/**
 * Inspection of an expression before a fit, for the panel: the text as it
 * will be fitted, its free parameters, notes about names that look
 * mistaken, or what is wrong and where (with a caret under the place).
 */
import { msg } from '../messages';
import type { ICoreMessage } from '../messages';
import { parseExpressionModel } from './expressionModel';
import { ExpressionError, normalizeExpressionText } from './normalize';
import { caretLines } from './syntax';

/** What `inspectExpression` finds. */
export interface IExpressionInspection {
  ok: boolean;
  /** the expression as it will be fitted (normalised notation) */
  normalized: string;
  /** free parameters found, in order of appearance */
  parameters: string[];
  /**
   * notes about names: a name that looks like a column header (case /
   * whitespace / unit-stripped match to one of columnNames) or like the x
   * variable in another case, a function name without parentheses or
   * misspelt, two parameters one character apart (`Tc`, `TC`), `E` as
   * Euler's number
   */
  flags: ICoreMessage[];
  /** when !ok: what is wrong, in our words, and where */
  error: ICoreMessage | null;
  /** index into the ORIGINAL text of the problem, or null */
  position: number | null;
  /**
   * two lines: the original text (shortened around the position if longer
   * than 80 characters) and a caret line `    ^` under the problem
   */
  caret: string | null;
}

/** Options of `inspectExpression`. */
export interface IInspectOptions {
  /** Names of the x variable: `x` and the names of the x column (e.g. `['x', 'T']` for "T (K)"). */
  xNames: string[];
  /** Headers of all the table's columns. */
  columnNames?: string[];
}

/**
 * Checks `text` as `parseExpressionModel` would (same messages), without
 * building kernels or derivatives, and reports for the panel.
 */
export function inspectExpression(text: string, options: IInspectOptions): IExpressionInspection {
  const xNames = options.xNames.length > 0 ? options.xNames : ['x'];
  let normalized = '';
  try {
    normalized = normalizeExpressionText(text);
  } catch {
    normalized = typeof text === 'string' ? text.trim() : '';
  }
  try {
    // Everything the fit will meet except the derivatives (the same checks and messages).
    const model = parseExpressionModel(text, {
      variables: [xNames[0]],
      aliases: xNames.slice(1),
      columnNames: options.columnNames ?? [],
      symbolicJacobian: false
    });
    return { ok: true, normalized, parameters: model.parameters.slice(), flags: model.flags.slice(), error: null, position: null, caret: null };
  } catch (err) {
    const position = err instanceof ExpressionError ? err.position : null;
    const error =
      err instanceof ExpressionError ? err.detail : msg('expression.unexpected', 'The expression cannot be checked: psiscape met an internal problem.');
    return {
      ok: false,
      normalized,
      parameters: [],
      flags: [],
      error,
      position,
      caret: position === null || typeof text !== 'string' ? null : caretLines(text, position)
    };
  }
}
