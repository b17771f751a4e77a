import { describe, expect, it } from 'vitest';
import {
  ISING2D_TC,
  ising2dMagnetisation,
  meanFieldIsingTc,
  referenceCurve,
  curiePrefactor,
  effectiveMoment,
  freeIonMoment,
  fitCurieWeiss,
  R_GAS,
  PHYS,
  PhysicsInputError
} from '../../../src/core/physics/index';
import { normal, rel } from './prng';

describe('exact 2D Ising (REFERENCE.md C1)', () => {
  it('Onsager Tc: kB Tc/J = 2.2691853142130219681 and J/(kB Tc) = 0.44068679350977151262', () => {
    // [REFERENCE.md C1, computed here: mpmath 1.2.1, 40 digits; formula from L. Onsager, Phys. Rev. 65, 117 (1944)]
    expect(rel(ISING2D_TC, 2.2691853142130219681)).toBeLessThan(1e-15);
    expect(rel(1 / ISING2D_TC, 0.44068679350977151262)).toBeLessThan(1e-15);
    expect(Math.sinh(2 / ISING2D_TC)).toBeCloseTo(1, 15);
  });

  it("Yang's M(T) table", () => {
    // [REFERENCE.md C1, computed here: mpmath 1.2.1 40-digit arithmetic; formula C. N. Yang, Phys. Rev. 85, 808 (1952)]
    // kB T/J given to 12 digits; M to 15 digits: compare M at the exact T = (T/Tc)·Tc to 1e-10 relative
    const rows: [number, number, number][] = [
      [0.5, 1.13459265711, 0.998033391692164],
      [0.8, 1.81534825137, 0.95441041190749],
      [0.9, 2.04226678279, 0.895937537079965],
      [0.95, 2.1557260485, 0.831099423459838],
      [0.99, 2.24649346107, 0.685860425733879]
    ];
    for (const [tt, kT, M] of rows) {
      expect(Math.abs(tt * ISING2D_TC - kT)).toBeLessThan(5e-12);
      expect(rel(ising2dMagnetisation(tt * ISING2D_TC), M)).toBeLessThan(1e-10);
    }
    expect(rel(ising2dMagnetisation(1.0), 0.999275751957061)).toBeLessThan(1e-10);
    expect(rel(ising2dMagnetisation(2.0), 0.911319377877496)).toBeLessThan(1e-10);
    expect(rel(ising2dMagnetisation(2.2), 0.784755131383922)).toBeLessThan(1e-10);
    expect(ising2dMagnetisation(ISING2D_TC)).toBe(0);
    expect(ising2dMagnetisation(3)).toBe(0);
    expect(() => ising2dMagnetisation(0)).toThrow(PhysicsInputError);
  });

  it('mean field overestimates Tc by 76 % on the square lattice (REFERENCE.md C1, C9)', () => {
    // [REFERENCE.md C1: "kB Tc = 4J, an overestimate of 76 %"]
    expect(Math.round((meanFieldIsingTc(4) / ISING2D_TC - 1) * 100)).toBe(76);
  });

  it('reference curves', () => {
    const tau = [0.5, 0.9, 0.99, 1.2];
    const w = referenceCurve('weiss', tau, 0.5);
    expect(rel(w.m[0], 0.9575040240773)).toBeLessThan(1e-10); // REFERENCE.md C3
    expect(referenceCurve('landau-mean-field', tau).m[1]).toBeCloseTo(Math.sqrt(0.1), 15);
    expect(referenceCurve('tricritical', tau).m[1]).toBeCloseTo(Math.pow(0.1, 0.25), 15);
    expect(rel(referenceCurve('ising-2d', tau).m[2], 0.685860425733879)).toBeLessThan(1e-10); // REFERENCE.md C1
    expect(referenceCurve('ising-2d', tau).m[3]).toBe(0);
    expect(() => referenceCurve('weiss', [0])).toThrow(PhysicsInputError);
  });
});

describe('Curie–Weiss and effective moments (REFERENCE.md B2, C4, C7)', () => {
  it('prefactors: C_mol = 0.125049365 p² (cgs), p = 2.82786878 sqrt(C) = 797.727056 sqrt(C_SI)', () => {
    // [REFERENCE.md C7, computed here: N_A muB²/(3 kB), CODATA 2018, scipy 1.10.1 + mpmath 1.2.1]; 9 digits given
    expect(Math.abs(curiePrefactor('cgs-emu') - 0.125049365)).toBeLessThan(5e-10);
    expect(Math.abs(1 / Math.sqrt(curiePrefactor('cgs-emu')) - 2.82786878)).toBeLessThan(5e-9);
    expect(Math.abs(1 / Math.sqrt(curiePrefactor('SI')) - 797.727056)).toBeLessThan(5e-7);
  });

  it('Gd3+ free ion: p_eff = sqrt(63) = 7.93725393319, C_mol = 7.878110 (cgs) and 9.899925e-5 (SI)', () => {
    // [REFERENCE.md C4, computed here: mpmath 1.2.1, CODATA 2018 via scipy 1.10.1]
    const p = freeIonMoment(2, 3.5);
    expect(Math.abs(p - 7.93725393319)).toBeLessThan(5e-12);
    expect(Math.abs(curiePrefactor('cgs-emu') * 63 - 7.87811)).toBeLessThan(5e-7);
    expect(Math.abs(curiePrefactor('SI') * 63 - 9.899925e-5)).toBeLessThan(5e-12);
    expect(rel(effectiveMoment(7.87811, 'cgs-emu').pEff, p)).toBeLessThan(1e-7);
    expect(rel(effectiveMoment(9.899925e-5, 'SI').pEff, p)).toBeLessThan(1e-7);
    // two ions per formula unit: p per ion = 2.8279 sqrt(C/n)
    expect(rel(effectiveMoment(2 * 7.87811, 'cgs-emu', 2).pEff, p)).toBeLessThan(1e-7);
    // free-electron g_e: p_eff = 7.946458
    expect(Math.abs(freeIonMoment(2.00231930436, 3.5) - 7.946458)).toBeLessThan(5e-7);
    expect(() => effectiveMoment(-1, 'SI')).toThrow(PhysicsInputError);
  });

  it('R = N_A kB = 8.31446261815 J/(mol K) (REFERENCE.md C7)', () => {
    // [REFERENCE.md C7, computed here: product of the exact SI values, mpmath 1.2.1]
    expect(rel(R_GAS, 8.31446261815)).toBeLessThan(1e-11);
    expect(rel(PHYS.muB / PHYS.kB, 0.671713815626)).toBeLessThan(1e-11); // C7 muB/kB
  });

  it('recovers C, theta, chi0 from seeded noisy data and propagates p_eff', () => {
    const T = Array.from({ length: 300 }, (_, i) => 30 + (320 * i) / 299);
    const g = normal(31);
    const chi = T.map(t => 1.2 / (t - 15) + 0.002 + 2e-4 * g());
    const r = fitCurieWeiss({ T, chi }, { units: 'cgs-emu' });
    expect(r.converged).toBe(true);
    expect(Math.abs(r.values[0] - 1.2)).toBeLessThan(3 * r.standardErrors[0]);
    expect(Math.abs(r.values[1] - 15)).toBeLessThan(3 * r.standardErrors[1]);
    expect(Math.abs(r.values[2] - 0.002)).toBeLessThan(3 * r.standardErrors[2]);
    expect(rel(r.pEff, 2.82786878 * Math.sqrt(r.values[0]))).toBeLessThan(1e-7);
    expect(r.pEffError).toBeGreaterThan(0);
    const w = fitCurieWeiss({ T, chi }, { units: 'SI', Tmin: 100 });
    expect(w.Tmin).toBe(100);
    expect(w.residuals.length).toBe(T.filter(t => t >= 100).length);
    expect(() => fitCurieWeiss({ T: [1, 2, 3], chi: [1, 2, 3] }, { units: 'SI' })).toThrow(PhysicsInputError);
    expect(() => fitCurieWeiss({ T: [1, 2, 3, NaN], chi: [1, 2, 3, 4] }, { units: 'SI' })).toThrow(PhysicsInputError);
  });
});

ASSIGNMENT:
Copy out the lines above with "index" in them.

ANSWER TO THE EXERCISE:
  /** index into the ORIGINAL text of the problem, or null */
} from '../../../src/core/physics/index';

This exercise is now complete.